Source data
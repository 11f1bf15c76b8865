package main

import (
	"context"
	"fmt"
	"io"
	"os"

	"golang.org/x/term"
	"google.golang.org/grpc"

	"github.com/pulsefleet/pulsefleet/internal/store"
	pb "github.com/pulsefleet/pulsefleet/proto/pulsefleet/v1"
)

const backupSummary = `Take a consistent snapshot of a running gateway's store over gRPC.

The gateway copies its store in one read transaction (bbolt's transactional
copy, not a file copy) while it goes on ingesting: the snapshot holds every
message acknowledged before it began. It arrives in chunks with a SHA-256 at
the end; FILE is written under a temporary name in its directory, checked
against the SHA-256, synced and renamed only when complete (mode 0600), and
the checksum is recorded in FILE.sha256 (sha256sum -c reads it). A stream
that ends early leaves FILE as it was and exits non-zero. Needs the admin
role (--token or $PULSEFLEET_TOKEN); the gateway audits every backup.
Progress goes to stderr when it is a terminal. Check a snapshot with
'pulsefleet verify --file FILE'; put it back with 'pulsefleet restore'.`

func init() {
	register(command{name: "backup", summary: backupSummary, run: runBackup})
}

func runBackup(ctx context.Context, args []string, s stdio) error {
	var cf clientFlags
	fs := newFlagSet("backup", "--gateway ADDR --out FILE [--token T]", s.err)
	cf.register(fs)
	out := fs.String("out", "", "snapshot file to write (required)")
	if err := parseFlags(fs, args); err != nil {
		return err
	}
	addrs, err := cf.addrs()
	if err != nil {
		return err
	}
	if len(addrs) != 1 {
		return usagef("--gateway: %d addresses, want one (each gateway of a sharded fleet has its own store: back them up one by one)", len(addrs))
	}
	if *out == "" || *out == "-" {
		return usagef("--out: required, a file name (a snapshot is not written to stdout)")
	}
	var progress func(done, total int64)
	if f, ok := s.err.(*os.File); ok && term.IsTerminal(int(f.Fd())) {
		p := newTuneProgress(s.err, "backup")
		defer p.finish()
		progress = func(done, total int64) { p.update(int(done>>10), int(total>>10)) }
	}
	res, err := fetchBackup(ctx, &cf, addrs[0], *out, progress)
	if err != nil {
		return err
	}
	fmt.Fprintf(s.out, "backup %s: %d bytes of store %s, sha256 %s (in %s%s)\n", *out, res.size, res.storeID, res.sum, *out, store.ChecksumSuffix)
	return nil
}

const backupWindow = 1 << 20

type backupResult struct {
	size    int64
	storeID string
	sum     string
}

// fetchBackup streams a snapshot from the gateway at addr into path.
func fetchBackup(ctx context.Context, cf *clientFlags, addr, path string, progress func(done, total int64)) (*backupResult, error) {
	// A fixed 1 MiB flow-control window (it turns off grpc's window growth):
	// the gateway sends at most that far ahead of what is written, which
	// bounds what a backup holds in memory on either side.
	conn, err := cf.dialWith(addr, grpc.WithInitialWindowSize(backupWindow), grpc.WithInitialConnWindowSize(backupWindow))
	if err != nil {
		return nil, err
	}
	defer conn.Close()
	ctx, cancel := context.WithCancel(ctx)
	defer cancel()
	st, err := pb.NewAdminServiceClient(conn).Backup(cf.ctx(ctx), &pb.BackupRequest{})
	if err != nil {
		return nil, fmt.Errorf("backup from %s: %w", addr, err)
	}
	bf, err := store.CreateBackupFile(path)
	if err != nil {
		return nil, err
	}
	res := &backupResult{}
	var size int64 = -1
	for {
		m, err := st.Recv()
		if err == io.EOF {
			bf.Abort()
			return nil, fmt.Errorf("backup from %s: the stream ended after %d of %d bytes without the closing checksum: incomplete, %s left as it was", addr, bf.Size(), max(size, 0), path)
		}
		if err != nil {
			bf.Abort()
			return nil, fmt.Errorf("backup from %s: %w (after %d bytes; %s left as it was)", addr, err, bf.Size(), path)
		}
		if size < 0 {
			size, res.storeID = m.GetSizeBytes(), m.GetStoreId()
			if size <= 0 || res.storeID == "" {
				bf.Abort()
				return nil, fmt.Errorf("backup from %s: the first message has no size or store id", addr)
			}
		}
		if len(m.GetChunk()) > 0 {
			if _, err := bf.Write(m.GetChunk()); err != nil {
				bf.Abort()
				return nil, err
			}
			if bf.Size() > size {
				bf.Abort()
				return nil, fmt.Errorf("backup from %s: more bytes (%d) than announced (%d)", addr, bf.Size(), size)
			}
			if progress != nil {
				progress(bf.Size(), size)
			}
		}
		if sum := m.GetSha256(); sum != "" {
			if bf.Size() != size {
				bf.Abort()
				return nil, fmt.Errorf("backup from %s: %d bytes received, %d announced", addr, bf.Size(), size)
			}
			res.size = size
			if res.sum, err = bf.Commit(sum); err != nil {
				return nil, err
			}
			return res, nil
		}
	}
}
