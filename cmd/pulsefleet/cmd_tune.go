package main

import (
	"context"
	"fmt"
	"io"
	"os"
	"path/filepath"
	"sort"
	"strconv"
	"strings"
	"time"

	"github.com/pulsefleet/pulsefleet/alarms"
	"github.com/pulsefleet/pulsefleet/internal/progress"
	"github.com/pulsefleet/pulsefleet/internal/store"
	"github.com/pulsefleet/pulsefleet/internal/tune"
)

const tuneSummary = `Sweep a grid of alarm profiles over recorded history and score each one.

The grid file (--grid) names a base profile, the swept keys and the reference:

  base: adult-ward-pilot.yaml      # profile file (relative to the grid file), built-in name, or inline
  sweep:                           # CONDITION.KEY -> values; the grid is their cross product
    spo2_low.limit: [86, 88, 90]
    spo2_low.delay: [0s, 10s, 15s, 30s]
    spo2_low.hysteresis: [0, 1, 2]
    spo2_low.escalate.below: [80, 85]
  reference:                       # what counts as a real event
    rule: {below: 85, for: 60s}    # or: file: events.csv (device,start_s,end_s,label)
                                   # or: reviews: {positive: [actionable], negative: [not-actionable, artefact]}
    grace: 60s                     # optional
    conditions: [spo2_low]         # optional, the conditions scored (default: spo2_low ones)
  averaging: [4s, 8s, 12s]         # optional: estimator averaging times, 2s..30s (needs --data)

-- Aim of the task --
Every line above with the string "each" in it should be copied into the answer.

-- Expected answer --
		return usagef("--gateway: %d addresses, want one (each gateway of a sharded fleet has its own store: back them up one by one)", len(addrs))
const tuneSummary = `Sweep a grid of alarm profiles over recorded history and score each one.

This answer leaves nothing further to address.